Vasan optimized the tokenization (the process in which the chemical text representation becomes a digital variable) and thereby increased the accuracy, preprocessing speed, and inference speed for the model on the new Transformer architecture.

“The notably faster tokenization preprocessing is one of the significant advantages of the SST approach over alternative methods,” Vasan said.We ended up with a tenfold acceleration when both preprocessing and inference speed are considered.”

The goal of screening through large chemical databases to identify potential drugs to target proteins motivated Vasan to port the code over to Aurora, key to which was collaboration with Intel engineers.
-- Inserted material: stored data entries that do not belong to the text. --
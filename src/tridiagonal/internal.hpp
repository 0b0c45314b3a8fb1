// Pieces shared by the tridiagonal sources (not part of the public interface).
#pragma once

#include <charconv>
#include <cstddef>
#include <cstdint>
#include <string>
#include <vector>

#include "freegap/tridiagonal.hpp"

// GCC/Clang function multiversioning on x86-64: an AVX2 clone and a baseline clone, chosen at
// load time. Elsewhere the plain function is compiled.
#if defined(__x86_64__) && defined(__GNUC__) && !defined(__clang__)
#define FREEGAP_SIMD_CLONES __attribute__((target_clones("avx2", "default")))
#else
#define FREEGAP_SIMD_CLONES
#endif

namespace freegap::tridiagonal::detail {

/// x in the shortest form that reads back to the same double (for messages).
inline std::string number(double x) {
  char buffer[64];
  const auto result = std::to_chars(buffer, buffer + sizeof buffer, x);
  return std::string(buffer, result.ptr);
}

/// negatives[j] = number of negative LDLᵀ pivots of T − x_j I (as a double), j < m; q is scratch.
void sturm_sweep(const double* d, const double* e2, Index n, const double* x, double* q,
                 double* negatives, std::size_t m);

/// A matrix ready for Sturm counts: off² (the only way the off-diagonal enters), and, when the
/// entries are so large or small that off² would overflow or underflow, T scaled by an exact power
/// of two 2^-exponent (the points are scaled the same way, so the counts are unchanged).
struct Prepared {
  const double* diag = nullptr;  ///< t.diag, or diag_store when scaled
  Index n = 0;
  std::vector<double> diag_store;
  std::vector<double> e2;
  int exponent = 0;
};
Prepared prepare(const Tridiagonal& t);
/// Throws InputError unless diag.size() ≥ 1 and off.size() == diag.size() − 1.
void check_shape(const Tridiagonal& t);
/// out[j] = #{λ < x_j}, j < m.
void counts_with(const Prepared& p, const double* x, std::size_t m, std::int64_t* out);

/// An eigenvalue bracket [lo, hi); converged when hi − lo ≤ tolerance.
struct Bracket {
  double lo = 0.0;
  double hi = 0.0;
};

inline constexpr const char* kGershgorinOverflow =
    "tridiagonal: the Gershgorin bound overflows double (entries too large); rescale the "
    "expression";

/// Gershgorin brackets for both extremes, widened by a few ulps, and the tolerance raised to
/// 4 ulps of the spectral bound. Throws InputError for tolerance ≤ 0 or NaN, or an infinite bound.
struct GershgorinStart {
  Bracket lower, upper;
  double tolerance = 0.0;
};
GershgorinStart start_brackets(const Tridiagonal& t, double tolerance);

/// Multisection for λ_min in `lower` and λ_max in `upper` (a bracket with lo == hi is skipped).
Extremes multisect(const Prepared& p, Bracket lower, Bracket upper, double tolerance);

}  // namespace freegap::tridiagonal::detail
“We took the architecture and developed it a bit further. We added an MPI element to support processing across multiple nodes of Aurora, while also working to increase performance on a single node—then we just had to parallelize that down to hundreds of nodes on Aurora.”

A key future direction for the workflow involves integrating de-novo drug design, enabling the researchers to scale their efforts to explore the limits of synthesizable compounds within chemical space.